## The data
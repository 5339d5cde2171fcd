package reference

import (
	"fmt"
	"math"
)

// seriesTolerance bounds the neglected tail of the Fourier series.
const seriesTolerance = 1e-13

// PlaneWallEigen returns the first n roots ζ1 < ζ2 < … of
//
//	ζ tan ζ = Bi,   ζn ∈ ((n−1)π, (n−1)π + π/2),
//
// the eigenvalues of a plane wall of half-thickness L with convection on both
// faces, Bi = hL/k.
//
// Method: with ζ = (n−1)π + u the equation becomes
// f(u) = ((n−1)π + u)·sin u − Bi·cos u = 0, which is smooth and strictly
// increasing on [0, π/2] with f(0) = −Bi < 0 < f(π/2); it is solved by Newton's
// method safeguarded by bisection on that bracket, to a few ulp.
//
// Reference: Carslaw & Jaeger, Conduction of Heat in Solids, 2nd ed. (1959),
// §3.11; Incropera et al., Fundamentals of Heat and Mass Transfer, §5.5.1
// (eq. 5.39c; equation numbers of Incropera from memory).
//
// Bi must be ≥ 0 (it may be +Inf, giving ζn = (n − ½)π; Bi = 0 gives
// ζn = (n−1)π) and n ≥ 0; otherwise PlaneWallEigen panics. Cost: a few
// iterations per root.
func PlaneWallEigen(Bi float64, n int) []float64 {
	if !(Bi >= 0) || n < 0 {
		panic(fmt.Sprintf("reference: PlaneWallEigen(%g, %d): need Bi ≥ 0 and n ≥ 0", Bi, n))
	}
	z := make([]float64, n)
	for i := range z {
		z[i] = float64(i)*math.Pi + planeWallShift(Bi, i)
	}
	return z
}

// planeWallShift returns u = ζ − iπ of root i (0-based) of ζ tan ζ = Bi,
// u ∈ [0, π/2].
func planeWallShift(Bi float64, i int) float64 {
	const half = math.Pi / 2
	a := float64(i) * math.Pi
	switch {
	case Bi == 0:
		return 0
	case math.IsInf(Bi, 1):
		return half
	}
	// Starting guess: u ≈ √(Bi/(1 + Bi/(π/2)²)) for the first root (exact as
	// Bi → 0 and Bi → ∞), u ≈ atan(Bi/(a + π/4)) for the others.
	var u float64
	if i == 0 {
		u = math.Sqrt(Bi / (1 + Bi/(half*half)))
	} else {
		u = math.Atan(Bi / (a + half/2))
	}
	lo, hi := 0.0, half
	for range 200 {
		s, c := math.Sincos(u)
		f := (a+u)*s - Bi*c
		switch {
		case f == 0:
			return u
		case f < 0:
			lo = u
		default:
			hi = u
		}
		df := s + (a+u)*c + Bi*s
		next := u - f/df
		if !(next > lo && next < hi) {
			next = lo + (hi-lo)/2
		}
		if math.Abs(next-u) <= 2e-16*next || hi-lo <= 2e-16*hi {
			return next
		}
		u = next
	}
	return u
}

// PlaneWallCoefficient returns the Fourier coefficient of the plane-wall
// series for the eigenvalue ζ (a root of ζ tan ζ = Bi):
//
//	Cn = 4 sin ζn / (2ζn + sin 2ζn).
//
// Reference: Incropera et al. §5.5.1 (eq. 5.39b, from memory).
// ζ must be ≥ 0; ζ → 0 gives the limit 1. Cost: O(1).
func PlaneWallCoefficient(zeta float64) float64 {
	if !(zeta >= 0) {
		panic(fmt.Sprintf("reference: PlaneWallCoefficient(%g): ζ must be ≥ 0", zeta))
	}
	if zeta < 1e-4 {
		// 4 sin ζ/(2ζ + sin 2ζ) = 1 + ζ²/6 + O(ζ⁴).
		return 1 + zeta*zeta/6
	}
	return 4 * math.Sin(zeta) / (2*zeta + math.Sin(2*zeta))
}

// PlaneWall returns the dimensionless temperature of a plane wall of
// half-thickness L, initially uniform at Ti, whose two faces exchange heat
// with a fluid at T∞ through a coefficient h:
//
//	θ* = (T − T∞)/(Ti − T∞) = Σ_{n≥1} Cn exp(−ζn² Fo) cos(ζn x*),
//
// Bi = hL/k, Fo = αt/L², x* = x/L measured from the mid-plane (|x*| ≤ 1),
// with ζn and Cn as in PlaneWallEigen and PlaneWallCoefficient.
//
// Method: the full series, summed until the neglected tail is below 1e-13
// (the tail is bounded by |Cn| < 1 for n ≥ 2 and
// Σ_{n>N} exp(−(nπ)²Fo) ≤ erfc(Nπ√Fo)/(2√(πFo))).
//
// Reference: Carslaw & Jaeger (1959) §3.11; Incropera et al. §5.5.1
// (eq. 5.39a, from memory).
//
// Preconditions: Bi ≥ 0 (+Inf allowed: fixed face temperature), Fo ≥ 0,
// |x*| ≤ 1; otherwise PlaneWall panics. Fo = 0 or Bi = 0 returns 1.
// Cost: about 2/√Fo + 5 terms.
func PlaneWall(Bi, Fo, xStar float64) float64 {
	if !(Bi >= 0) || !(Fo >= 0) || !(math.Abs(xStar) <= 1) || math.IsInf(Fo, 0) {
		panic(fmt.Sprintf("reference: PlaneWall(%g, %g, %g): need Bi ≥ 0, finite Fo ≥ 0, |x*| ≤ 1", Bi, Fo, xStar))
	}
	return planeWallSeries(Bi, Fo, func(z, c float64) float64 { return c * math.Cos(z*xStar) })
}

// PlaneWallMean returns the thickness-averaged dimensionless temperature of
// the wall of PlaneWall:
//
//	θ̄* = Σ_{n≥1} Cn (sin ζn / ζn) exp(−ζn² Fo),
//
// so that the heat exchanged up to Fo is Q/Q0 = 1 − θ̄*.
//
// Reference: Incropera et al. §5.5.3 (the one-term form of Q/Q0 is its
// first term; section number from memory). Preconditions and cost as
// PlaneWall.
func PlaneWallMean(Bi, Fo float64) float64 {
	if !(Bi >= 0) || !(Fo >= 0) || math.IsInf(Fo, 0) {
		panic(fmt.Sprintf("reference: PlaneWallMean(%g, %g): need Bi ≥ 0, finite Fo ≥ 0", Bi, Fo))
	}
	return planeWallSeries(Bi, Fo, func(z, c float64) float64 {
		if z < 1e-8 {
			return c
		}
		return c * math.Sin(z) / z
	})
}

// planeWallSeries sums Σ exp(−ζn² Fo)·g(ζn, Cn).
func planeWallSeries(Bi, Fo float64, g func(z, c float64) float64) float64 {
	if Bi == 0 || Fo == 0 {
		return 1
	}
	sum := 0.0
	for i := 0; ; i++ {
		u := planeWallShift(Bi, i)
		z := float64(i)*math.Pi + u
		// sin ζ = ±sin u and sin 2ζ = sin 2u: computed from u to keep the
		// coefficient accurate for large n.
		c := 4 * math.Sin(u) / (2*z + math.Sin(2*u))
		if i%2 == 1 {
			c = -c
		}
		if i == 0 {
			c = PlaneWallCoefficient(z)
		}
		sum += math.Exp(-z*z*Fo) * g(z, c)
		if i >= 1 && math.Erfc(float64(i)*math.Pi*math.Sqrt(Fo))/(2*math.Sqrt(math.Pi*Fo)) < seriesTolerance {
			return sum
		}
	}
}

// SemiInfiniteStep returns the dimensionless temperature of a semi-infinite
// solid, initially at Ti, whose surface is held at Ts from t = 0:
//
//	θ = (T − Ts)/(Ti − Ts) = erf(x / (2√(αt))).
//
// The surface heat flux is k(Ts − Ti)/√(παt).
//
// Reference: Carslaw & Jaeger (1959) §2.4; Incropera et al. §5.7 case 1.
// Preconditions: x ≥ 0, t ≥ 0, α > 0; otherwise it panics. t = 0 returns 1
// (0 at x = 0). Cost: one erf.
func SemiInfiniteStep(x, t, alpha float64) float64 {
	if !(x >= 0) || !(t >= 0) || !(alpha > 0) {
		panic(fmt.Sprintf("reference: SemiInfiniteStep(%g, %g, %g): need x ≥ 0, t ≥ 0, α > 0", x, t, alpha))
	}
	if x == 0 {
		return 0
	}
	if t == 0 {
		return 1
	}
	return math.Erf(x / (2 * math.Sqrt(alpha*t)))
}

// SemiInfiniteConvection returns the dimensionless temperature of a
// semi-infinite solid, initially at Ti, whose surface exchanges heat from
// t = 0 with a fluid at T∞ through a coefficient h:
//
//	(T − Ti)/(T∞ − Ti) = erfc(η) − exp(hx/k + h²αt/k²)·erfc(η + h√(αt)/k),
//	η = x/(2√(αt)).
//
// Method: with β = h√(αt)/k the exponent is (η+β)² − η², so the second term is
// exp(−η²)·erfcx(η+β), erfcx(z) = exp(z²)·erfc(z) (scaled complementary error
// function, asymptotic series for z ≥ 26), which cannot overflow.
//
// Reference: Carslaw & Jaeger (1959) §2.7; Nellis & Klein, Heat
// Transfer (2009), Table 3-2; Incropera et al. §5.7 case 3.
// Preconditions: x ≥ 0, t ≥ 0, α > 0, h ≥ 0 (+Inf: fixed surface), k > 0;
// otherwise it panics. t = 0 returns 0. Cost: two erfc.
func SemiInfiniteConvection(x, t, alpha, h, k float64) float64 {
	if !(x >= 0) || !(t >= 0) || !(alpha > 0) || !(h >= 0) || !(k > 0) {
		panic(fmt.Sprintf("reference: SemiInfiniteConvection(%g, %g, %g, %g, %g): need x, t, h ≥ 0 and α, k > 0", x, t, alpha, h, k))
	}
	if t == 0 || h == 0 {
		return 0
	}
	s := math.Sqrt(alpha * t)
	eta := x / (2 * s)
	beta := h * s / k
	return math.Erfc(eta) - math.Exp(-eta*eta)*erfcx(eta+beta)
}

// erfcx returns exp(z²)·erfc(z) for z ≥ 0. Below 26 it multiplies the two
// factors (relative error about z²·ε); from 26 on it uses the asymptotic
// series 1/(z√π)·Σ (−1)^m (2m−1)!!/(2z²)^m, whose terms fall below 1e-17
// within a dozen terms there (Abramowitz & Stegun 7.1.23).
func erfcx(z float64) float64 {
	if z < 26 {
		return math.Exp(z*z) * math.Erfc(z)
	}
	return erfcxAsymptotic(z)
}

// erfcxAsymptotic is the asymptotic series of erfcx, for z ≥ 26.
func erfcxAsymptotic(z float64) float64 {
	if math.IsInf(z, 1) {
		return 0
	}
	r := 1 / (2 * z * z)
	sum, term := 1.0, 1.0
	for m := 1; m < 40; m++ {
		term *= -float64(2*m-1) * r
		sum += term
		if math.Abs(term) < 1e-17 {
			break
		}
	}
	return sum / (z * math.SqrtPi)
}

// NthOrderCure returns the degree of cure of the isothermal n-th order law
// dα/dt = k(1 − α)^n from α(0) = 0:
//
//	α = 1 − [1 − (1 − n)·k·t]^{1/(1−n)}   (n ≠ 1),   α = 1 − exp(−k·t)   (n = 1).
//
// Method: evaluated as −expm1(log1p(−(1−n)kt)/(1−n)), which is accurate for n
// near 1 and small kt. For n < 1 the cure is complete (α = 1) from
// t = 1/((1 − n)k) on.
//
// Reference: analytic (separation of variables).
// Preconditions: k ≥ 0, n ≥ 0, t ≥ 0; otherwise it panics. Cost: O(1).
func NthOrderCure(k, n, t float64) float64 {
	if !(k >= 0) || !(n >= 0) || !(t >= 0) {
		panic(fmt.Sprintf("reference: NthOrderCure(%g, %g, %g): need k, n, t ≥ 0", k, n, t))
	}
	if n == 1 {
		return -math.Expm1(-k * t)
	}
	x := (1 - n) * k * t
	if x >= 1 {
		return 1
	}
	return -math.Expm1(math.Log1p(-x) / (1 - n))
}

// LogisticCure returns the degree of cure of the autocatalytic law
// dα/dt = k·α·(1 − α) (Kamal–Sourour with k1 = 0, m = n = 1) from α(0) = α0:
//
//	α = α0·e^{kt} / (1 − α0 + α0·e^{kt}),
//
// evaluated as 1/(1 + (1 − α0)/α0 · e^{−kt}), which cannot overflow.
//
// Reference: analytic (the Kamal–Sourour law with k1 = 0, m = n = 1; Kamal & Sourour, Polym. Eng. Sci. 13:59, 1973). α = 0 is a fixed point, so α0 = 0
// returns 0. Preconditions: k ≥ 0, α0 ∈ [0, 1], t ≥ 0; otherwise it panics.
// Cost: O(1).
func LogisticCure(k, a0, t float64) float64 {
	if !(k >= 0) || !(a0 >= 0 && a0 <= 1) || !(t >= 0) {
		panic(fmt.Sprintf("reference: LogisticCure(%g, %g, %g): need k, t ≥ 0 and α0 in [0, 1]", k, a0, t))
	}
	if a0 == 0 {
		return 0
	}
	return 1 / (1 + (1-a0)/a0*math.Exp(-k*t))
}

// FrankKamenetskiiSlabCritical returns the critical Frank-Kamenetskii
// parameter δc of a slab and the critical centre excess θm,c. The steady
// problem d²θ/dx² + δ e^θ = 0, θ(±1) = 0 has the solutions
//
//	θ(x) = θm − 2 ln cosh(τx),   θm = 2 ln cosh τ,   δ = 2τ²/cosh²τ,
//
// and δ(τ) is largest where τ tanh τ = 1 (τc ≈ 1.19968), giving
// δc ≈ 0.878458 and θm,c ≈ 1.18684.
//
// Method: Newton's method on τ tanh τ = 1 from τ = 1.2.
// Reference: Frank-Kamenetskii, Diffusion and Heat Exchange in Chemical
// Kinetics (1969), ch. VII; Boddington, Gray & Wake, Proc. R. Soc. A 357
// (1977). Cost: a few iterations.
func FrankKamenetskiiSlabCritical() (delta, thetaCentre float64) {
	tau := fkCriticalTau()
	c := math.Cosh(tau)
	return 2 * tau * tau / (c * c), 2 * math.Log(c)
}

func fkCriticalTau() float64 {
	tau := 1.2
	for range 50 {
		t := math.Tanh(tau)
		f := tau*t - 1
		df := t + tau*(1-t*t)
		step := f / df
		tau -= step
		if math.Abs(step) <= 1e-16*tau {
			break
		}
	}
	return tau
}

// FrankKamenetskiiSlab returns the centre excess temperature θ(0) of the
// lower (stable) branch of steady solutions of the slab problem of
// FrankKamenetskiiSlabCritical, with θ = E(T − T0)/(R T0²), lengths scaled by
// the half-width a and
//
//	δ = (E/(R T0²))·(Q ρ A a²/k)·exp(−E/(R T0)).
//
// It returns ok = false (and NaN) when δ exceeds δc: no steady state exists,
// the slab runs away.
//
// Method: solves 2τ²/cosh²τ = δ for τ ∈ [0, τc], where the left side is
// increasing, by Newton's method on ln(2τ²) − 2 ln cosh τ = ln δ safeguarded by
// bisection; θ(0) = 2 ln cosh τ.
// Reference: as FrankKamenetskiiSlabCritical. Valid for high activation
// energy and negligible reactant consumption. Preconditions: δ ≥ 0, else it
// panics. Cost: a few iterations.
func FrankKamenetskiiSlab(delta float64) (thetaCentre float64, ok bool) {
	if !(delta >= 0) {
		panic(fmt.Sprintf("reference: FrankKamenetskiiSlab(%g): need δ ≥ 0", delta))
	}
	if delta == 0 {
		return 0, true
	}
	tc := fkCriticalTau()
	dc, tmc := FrankKamenetskiiSlabCritical()
	switch {
	case delta > dc:
		return math.NaN(), false
	case delta == dc:
		return tmc, true
	}
	// g(τ) = ln(2τ²) − 2 ln cosh τ − ln δ, increasing on (0, τc).
	lnd := math.Log(delta)
	lo, hi := 0.0, tc
	tau := min(math.Sqrt(delta/2), tc/2)
	for range 200 {
		g := math.Log(2*tau*tau) - 2*math.Log(math.Cosh(tau)) - lnd
		if g < 0 {
			lo = tau
		} else {
			hi = tau
		}
		dg := 2/tau - 2*math.Tanh(tau)
		next := tau - g/dg
		if !(next > lo && next < hi) {
			next = lo + (hi-lo)/2
		}
		if math.Abs(next-tau) <= 2e-16*next {
			tau = next
			break
		}
		tau = next
	}
	// 2 ln cosh τ = 2 log1p(2 sinh²(τ/2)), accurate for small τ.
	sh := math.Sinh(tau / 2)
	return 2 * math.Log1p(2*sh*sh), true
}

## Exercise description
Working from the entries above, return all lines that contain "next".

## Completed task
		next := u - f/df
		if !(next > lo && next < hi) {
			next = lo + (hi-lo)/2
		if math.Abs(next-u) <= 2e-16*next || hi-lo <= 2e-16*hi {
			return next
		u = next
		next := tau - g/dg
		if !(next > lo && next < hi) {
			next = lo + (hi-lo)/2
		if math.Abs(next-tau) <= 2e-16*next {
			tau = next
		tau = next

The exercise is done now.